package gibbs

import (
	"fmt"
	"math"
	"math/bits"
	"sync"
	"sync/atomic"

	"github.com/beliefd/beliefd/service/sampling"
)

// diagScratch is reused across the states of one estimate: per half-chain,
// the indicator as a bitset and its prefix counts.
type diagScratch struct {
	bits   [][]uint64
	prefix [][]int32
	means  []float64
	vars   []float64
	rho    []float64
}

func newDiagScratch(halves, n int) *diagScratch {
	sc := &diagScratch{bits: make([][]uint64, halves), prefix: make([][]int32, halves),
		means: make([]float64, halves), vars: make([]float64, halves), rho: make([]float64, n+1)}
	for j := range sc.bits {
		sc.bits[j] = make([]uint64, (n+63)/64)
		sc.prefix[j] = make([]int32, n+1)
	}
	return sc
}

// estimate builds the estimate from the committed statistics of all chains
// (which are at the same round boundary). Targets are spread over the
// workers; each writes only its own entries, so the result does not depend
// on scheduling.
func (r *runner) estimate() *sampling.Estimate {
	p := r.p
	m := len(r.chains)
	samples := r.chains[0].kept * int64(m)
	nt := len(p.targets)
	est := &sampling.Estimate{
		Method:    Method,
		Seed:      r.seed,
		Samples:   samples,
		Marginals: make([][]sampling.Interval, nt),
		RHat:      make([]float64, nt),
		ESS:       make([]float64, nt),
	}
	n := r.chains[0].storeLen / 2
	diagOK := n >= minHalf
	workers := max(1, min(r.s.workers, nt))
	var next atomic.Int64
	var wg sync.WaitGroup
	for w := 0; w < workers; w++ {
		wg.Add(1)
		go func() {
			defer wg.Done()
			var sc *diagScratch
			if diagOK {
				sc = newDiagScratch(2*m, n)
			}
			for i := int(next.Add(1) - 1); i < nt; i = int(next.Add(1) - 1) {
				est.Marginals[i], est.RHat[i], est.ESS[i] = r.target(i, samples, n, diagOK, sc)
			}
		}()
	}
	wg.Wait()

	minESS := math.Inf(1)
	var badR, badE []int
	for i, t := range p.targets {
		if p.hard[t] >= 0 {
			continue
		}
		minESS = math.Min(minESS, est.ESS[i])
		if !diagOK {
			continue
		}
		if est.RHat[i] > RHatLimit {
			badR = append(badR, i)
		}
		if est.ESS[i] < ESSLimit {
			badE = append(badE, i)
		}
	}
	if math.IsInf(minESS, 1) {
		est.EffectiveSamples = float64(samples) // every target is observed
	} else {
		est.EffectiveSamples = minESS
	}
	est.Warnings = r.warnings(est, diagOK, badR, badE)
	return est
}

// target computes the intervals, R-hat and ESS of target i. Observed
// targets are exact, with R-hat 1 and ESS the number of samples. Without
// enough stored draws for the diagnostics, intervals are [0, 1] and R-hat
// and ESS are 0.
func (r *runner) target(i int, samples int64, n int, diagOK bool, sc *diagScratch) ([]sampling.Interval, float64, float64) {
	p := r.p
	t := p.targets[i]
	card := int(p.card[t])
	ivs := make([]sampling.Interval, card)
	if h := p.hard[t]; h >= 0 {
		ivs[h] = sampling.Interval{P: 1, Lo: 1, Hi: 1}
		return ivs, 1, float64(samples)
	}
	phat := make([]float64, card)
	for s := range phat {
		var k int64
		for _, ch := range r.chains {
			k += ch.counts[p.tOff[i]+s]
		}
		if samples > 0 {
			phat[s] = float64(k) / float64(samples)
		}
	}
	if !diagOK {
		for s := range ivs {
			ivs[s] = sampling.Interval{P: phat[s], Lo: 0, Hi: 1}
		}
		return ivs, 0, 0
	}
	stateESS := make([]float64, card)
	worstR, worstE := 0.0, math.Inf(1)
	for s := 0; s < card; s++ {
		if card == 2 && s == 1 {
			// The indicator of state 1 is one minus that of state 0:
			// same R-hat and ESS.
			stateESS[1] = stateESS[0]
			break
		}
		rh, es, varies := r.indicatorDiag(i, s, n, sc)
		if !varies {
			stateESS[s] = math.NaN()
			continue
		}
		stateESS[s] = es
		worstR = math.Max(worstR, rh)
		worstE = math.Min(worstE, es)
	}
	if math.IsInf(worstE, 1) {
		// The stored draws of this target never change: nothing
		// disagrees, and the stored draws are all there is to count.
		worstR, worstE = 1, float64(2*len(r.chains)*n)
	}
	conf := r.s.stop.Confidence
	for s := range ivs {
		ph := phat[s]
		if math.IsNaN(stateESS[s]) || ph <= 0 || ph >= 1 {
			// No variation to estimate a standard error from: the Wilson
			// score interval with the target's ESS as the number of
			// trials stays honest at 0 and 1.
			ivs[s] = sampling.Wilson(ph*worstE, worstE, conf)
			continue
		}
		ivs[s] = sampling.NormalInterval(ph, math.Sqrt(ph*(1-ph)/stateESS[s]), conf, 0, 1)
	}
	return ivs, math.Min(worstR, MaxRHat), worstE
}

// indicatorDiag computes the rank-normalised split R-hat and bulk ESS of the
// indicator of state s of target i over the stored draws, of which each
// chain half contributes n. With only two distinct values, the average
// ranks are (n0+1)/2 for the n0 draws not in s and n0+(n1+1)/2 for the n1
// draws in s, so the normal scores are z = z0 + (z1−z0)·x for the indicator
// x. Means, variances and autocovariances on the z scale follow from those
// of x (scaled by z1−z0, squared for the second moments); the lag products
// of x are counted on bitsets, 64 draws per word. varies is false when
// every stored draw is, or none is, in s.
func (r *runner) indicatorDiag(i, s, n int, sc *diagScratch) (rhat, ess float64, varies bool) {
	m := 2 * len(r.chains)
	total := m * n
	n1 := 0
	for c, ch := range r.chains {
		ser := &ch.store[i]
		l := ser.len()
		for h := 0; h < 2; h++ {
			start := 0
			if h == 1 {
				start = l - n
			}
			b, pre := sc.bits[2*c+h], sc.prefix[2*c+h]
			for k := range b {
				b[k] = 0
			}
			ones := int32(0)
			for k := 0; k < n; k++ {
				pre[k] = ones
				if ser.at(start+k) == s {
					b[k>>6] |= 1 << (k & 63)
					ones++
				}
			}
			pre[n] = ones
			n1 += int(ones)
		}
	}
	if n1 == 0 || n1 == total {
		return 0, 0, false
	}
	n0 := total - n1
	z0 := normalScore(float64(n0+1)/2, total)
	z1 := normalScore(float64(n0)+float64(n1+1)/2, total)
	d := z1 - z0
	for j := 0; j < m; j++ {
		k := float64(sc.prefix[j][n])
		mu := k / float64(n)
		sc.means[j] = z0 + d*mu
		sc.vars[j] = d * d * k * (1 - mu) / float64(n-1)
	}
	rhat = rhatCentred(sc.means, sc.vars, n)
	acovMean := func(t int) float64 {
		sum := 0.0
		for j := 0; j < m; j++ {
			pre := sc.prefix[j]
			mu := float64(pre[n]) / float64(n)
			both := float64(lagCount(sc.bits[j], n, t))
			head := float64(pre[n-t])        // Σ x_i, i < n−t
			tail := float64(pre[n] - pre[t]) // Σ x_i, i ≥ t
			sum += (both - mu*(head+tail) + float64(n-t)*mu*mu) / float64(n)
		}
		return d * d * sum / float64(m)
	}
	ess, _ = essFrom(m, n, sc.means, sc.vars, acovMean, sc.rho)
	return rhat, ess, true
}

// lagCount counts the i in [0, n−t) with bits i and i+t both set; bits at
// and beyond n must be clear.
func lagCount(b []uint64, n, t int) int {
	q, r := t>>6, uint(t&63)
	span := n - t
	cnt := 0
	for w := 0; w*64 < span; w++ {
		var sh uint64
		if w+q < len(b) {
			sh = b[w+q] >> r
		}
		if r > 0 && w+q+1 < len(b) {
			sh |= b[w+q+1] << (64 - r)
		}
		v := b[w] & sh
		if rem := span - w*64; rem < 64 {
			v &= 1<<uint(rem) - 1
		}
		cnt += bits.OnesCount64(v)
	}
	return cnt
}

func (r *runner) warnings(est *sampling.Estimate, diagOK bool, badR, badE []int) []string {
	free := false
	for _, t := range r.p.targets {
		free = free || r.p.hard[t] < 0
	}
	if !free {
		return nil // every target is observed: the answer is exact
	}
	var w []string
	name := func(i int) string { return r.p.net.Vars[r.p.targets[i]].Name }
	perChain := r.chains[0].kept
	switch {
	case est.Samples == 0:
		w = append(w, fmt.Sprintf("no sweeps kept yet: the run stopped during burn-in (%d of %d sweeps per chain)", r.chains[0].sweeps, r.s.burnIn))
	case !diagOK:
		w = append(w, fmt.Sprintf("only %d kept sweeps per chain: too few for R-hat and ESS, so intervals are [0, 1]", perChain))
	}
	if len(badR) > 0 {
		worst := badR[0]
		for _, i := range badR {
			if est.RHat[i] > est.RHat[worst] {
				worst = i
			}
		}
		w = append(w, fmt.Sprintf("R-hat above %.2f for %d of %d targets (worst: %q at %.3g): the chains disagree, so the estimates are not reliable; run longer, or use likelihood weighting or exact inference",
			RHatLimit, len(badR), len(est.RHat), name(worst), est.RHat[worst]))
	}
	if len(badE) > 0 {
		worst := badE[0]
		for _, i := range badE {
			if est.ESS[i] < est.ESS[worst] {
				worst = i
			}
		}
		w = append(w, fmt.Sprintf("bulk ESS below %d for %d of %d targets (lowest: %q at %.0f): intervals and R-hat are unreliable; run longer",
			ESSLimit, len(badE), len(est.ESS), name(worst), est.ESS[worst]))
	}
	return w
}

------

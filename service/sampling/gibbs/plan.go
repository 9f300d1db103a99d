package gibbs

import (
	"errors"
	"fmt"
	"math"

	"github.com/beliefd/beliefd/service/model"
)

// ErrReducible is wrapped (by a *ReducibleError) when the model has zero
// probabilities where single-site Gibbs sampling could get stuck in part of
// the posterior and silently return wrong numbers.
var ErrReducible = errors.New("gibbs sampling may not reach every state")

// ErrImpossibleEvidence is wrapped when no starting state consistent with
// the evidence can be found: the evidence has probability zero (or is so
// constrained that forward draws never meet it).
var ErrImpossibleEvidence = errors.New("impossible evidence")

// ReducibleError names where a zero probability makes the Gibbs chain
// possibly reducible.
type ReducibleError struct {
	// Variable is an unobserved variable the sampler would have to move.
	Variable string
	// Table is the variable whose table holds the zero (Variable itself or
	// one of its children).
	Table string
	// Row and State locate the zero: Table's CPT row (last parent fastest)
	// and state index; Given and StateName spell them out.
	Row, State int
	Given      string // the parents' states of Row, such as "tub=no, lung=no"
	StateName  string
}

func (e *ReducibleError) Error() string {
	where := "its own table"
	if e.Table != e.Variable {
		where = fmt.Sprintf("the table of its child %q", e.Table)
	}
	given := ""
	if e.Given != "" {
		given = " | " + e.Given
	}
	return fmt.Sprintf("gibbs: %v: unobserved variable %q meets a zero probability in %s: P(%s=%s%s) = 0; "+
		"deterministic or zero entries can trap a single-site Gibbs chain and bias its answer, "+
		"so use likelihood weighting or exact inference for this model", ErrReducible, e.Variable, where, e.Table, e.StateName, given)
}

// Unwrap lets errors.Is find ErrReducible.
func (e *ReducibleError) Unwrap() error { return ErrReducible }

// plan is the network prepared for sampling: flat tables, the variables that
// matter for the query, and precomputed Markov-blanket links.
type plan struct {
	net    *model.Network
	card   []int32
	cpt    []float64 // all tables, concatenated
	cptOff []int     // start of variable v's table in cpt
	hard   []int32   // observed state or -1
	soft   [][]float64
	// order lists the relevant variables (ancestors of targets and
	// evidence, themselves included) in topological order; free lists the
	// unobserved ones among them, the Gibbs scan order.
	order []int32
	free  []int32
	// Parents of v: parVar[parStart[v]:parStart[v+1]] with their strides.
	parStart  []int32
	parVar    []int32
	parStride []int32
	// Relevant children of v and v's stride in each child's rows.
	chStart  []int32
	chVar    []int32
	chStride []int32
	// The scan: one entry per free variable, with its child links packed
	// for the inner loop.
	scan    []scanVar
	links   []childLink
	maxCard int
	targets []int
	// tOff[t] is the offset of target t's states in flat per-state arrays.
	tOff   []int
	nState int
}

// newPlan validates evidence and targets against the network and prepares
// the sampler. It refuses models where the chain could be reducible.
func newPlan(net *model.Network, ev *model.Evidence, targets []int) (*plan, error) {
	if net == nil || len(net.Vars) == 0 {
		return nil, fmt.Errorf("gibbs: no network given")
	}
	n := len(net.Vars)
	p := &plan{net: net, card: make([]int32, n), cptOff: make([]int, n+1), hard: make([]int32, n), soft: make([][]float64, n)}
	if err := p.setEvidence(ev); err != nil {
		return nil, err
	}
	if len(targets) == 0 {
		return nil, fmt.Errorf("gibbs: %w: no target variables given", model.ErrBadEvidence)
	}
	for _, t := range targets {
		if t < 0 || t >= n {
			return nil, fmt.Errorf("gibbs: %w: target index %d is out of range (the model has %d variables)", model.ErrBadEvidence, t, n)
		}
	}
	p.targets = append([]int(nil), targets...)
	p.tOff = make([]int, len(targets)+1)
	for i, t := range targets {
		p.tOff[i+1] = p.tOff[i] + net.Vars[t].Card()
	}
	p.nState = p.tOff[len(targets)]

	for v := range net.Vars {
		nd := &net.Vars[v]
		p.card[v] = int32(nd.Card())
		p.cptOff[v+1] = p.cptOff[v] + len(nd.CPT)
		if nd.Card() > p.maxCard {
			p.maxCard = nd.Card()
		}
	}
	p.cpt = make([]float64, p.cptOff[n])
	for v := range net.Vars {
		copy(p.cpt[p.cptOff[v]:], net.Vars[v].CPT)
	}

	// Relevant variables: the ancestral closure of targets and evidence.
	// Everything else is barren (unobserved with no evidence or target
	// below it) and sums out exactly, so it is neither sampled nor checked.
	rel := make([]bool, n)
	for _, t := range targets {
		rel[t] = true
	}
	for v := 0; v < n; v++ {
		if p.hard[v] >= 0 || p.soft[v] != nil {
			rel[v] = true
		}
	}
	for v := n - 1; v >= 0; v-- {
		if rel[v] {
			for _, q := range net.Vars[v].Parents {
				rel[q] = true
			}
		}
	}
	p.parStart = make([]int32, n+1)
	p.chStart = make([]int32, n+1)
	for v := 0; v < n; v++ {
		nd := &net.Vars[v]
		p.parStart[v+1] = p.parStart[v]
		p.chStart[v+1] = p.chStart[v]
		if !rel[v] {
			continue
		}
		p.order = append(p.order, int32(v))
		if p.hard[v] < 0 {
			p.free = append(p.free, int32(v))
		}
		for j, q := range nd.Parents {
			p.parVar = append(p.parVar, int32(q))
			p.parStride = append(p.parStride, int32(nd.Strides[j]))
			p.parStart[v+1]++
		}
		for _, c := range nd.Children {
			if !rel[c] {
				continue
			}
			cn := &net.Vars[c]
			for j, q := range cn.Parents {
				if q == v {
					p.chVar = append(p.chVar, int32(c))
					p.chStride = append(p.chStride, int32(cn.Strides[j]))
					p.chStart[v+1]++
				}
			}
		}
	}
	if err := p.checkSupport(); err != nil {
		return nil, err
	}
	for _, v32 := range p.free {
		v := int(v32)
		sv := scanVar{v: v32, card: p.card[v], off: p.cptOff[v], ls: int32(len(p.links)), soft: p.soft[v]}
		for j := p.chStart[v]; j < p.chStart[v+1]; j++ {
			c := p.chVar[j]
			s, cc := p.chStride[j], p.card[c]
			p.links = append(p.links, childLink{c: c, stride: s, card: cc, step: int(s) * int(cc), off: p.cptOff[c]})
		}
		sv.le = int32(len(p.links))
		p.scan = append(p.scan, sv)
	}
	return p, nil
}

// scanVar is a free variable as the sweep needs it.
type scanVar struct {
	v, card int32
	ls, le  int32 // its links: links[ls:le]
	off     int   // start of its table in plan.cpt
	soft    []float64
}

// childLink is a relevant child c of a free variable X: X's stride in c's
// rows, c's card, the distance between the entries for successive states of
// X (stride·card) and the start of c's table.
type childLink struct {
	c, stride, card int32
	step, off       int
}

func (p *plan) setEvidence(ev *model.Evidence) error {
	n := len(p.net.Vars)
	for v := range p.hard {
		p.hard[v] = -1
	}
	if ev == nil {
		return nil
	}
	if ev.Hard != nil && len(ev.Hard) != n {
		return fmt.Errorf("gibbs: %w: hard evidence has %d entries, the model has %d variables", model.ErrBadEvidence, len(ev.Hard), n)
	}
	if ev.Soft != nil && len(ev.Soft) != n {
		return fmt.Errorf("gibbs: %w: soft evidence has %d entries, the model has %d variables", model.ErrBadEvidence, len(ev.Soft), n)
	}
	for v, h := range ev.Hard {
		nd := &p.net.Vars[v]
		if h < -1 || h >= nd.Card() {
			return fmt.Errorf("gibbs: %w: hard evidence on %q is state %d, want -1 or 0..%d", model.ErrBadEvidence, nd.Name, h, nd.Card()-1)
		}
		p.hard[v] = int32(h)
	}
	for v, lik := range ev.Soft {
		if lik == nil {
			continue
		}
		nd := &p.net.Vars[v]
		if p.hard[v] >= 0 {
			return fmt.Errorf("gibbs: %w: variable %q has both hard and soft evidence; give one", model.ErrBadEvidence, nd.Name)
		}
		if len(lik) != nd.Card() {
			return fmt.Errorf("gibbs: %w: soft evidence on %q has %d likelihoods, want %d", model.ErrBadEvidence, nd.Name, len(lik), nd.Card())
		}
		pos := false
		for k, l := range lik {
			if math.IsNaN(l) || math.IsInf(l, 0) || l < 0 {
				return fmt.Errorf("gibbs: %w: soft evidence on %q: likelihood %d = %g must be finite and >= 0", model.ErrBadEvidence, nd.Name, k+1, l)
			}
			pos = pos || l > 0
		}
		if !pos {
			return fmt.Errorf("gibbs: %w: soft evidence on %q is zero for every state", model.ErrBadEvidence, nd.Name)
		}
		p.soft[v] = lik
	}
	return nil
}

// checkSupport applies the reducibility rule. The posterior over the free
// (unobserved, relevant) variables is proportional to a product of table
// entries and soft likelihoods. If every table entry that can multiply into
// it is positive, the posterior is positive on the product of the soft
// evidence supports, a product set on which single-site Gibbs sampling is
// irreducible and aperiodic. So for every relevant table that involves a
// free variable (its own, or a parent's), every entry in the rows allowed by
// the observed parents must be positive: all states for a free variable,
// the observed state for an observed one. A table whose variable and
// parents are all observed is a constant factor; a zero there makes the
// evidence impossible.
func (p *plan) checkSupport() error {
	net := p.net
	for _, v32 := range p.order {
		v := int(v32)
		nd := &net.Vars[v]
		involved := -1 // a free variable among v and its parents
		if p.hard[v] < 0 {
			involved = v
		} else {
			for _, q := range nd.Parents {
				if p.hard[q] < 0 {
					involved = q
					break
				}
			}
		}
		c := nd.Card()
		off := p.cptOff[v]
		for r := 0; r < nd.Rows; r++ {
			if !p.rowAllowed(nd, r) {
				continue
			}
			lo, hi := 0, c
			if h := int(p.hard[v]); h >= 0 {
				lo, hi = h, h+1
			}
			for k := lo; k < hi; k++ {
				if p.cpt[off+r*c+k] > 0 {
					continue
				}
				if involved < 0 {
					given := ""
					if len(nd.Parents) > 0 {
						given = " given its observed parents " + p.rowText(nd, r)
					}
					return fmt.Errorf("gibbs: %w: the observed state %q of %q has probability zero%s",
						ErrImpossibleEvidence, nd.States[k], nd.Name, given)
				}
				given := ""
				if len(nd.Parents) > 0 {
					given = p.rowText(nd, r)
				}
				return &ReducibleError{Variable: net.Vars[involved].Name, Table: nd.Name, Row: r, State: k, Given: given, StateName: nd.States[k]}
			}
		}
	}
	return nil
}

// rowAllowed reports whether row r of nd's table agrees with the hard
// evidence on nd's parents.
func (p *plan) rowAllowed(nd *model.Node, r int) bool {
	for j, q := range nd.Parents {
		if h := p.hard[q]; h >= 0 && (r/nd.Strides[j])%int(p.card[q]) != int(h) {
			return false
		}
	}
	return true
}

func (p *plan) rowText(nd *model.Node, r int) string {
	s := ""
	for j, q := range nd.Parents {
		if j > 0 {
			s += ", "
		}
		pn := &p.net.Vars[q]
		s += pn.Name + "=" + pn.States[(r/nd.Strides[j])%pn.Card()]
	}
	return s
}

------

Your answer should consist of the lines from the line with "sampled nor checked." to the line with "p.chStart[v+1] = p.chStart[v]" above, repeated exactly, both ends included.

	// below it) and sums out exactly, so it is neither sampled nor checked.
	rel := make([]bool, n)
	for _, t := range targets {
		rel[t] = true
	}
	for v := 0; v < n; v++ {
		if p.hard[v] >= 0 || p.soft[v] != nil {
			rel[v] = true
		}
	}
	for v := n - 1; v >= 0; v-- {
		if rel[v] {
			for _, q := range net.Vars[v].Parents {
				rel[q] = true
			}
		}
	}
	p.parStart = make([]int32, n+1)
	p.chStart = make([]int32, n+1)
	for v := 0; v < n; v++ {
		nd := &net.Vars[v]
		p.parStart[v+1] = p.parStart[v]
		p.chStart[v+1] = p.chStart[v]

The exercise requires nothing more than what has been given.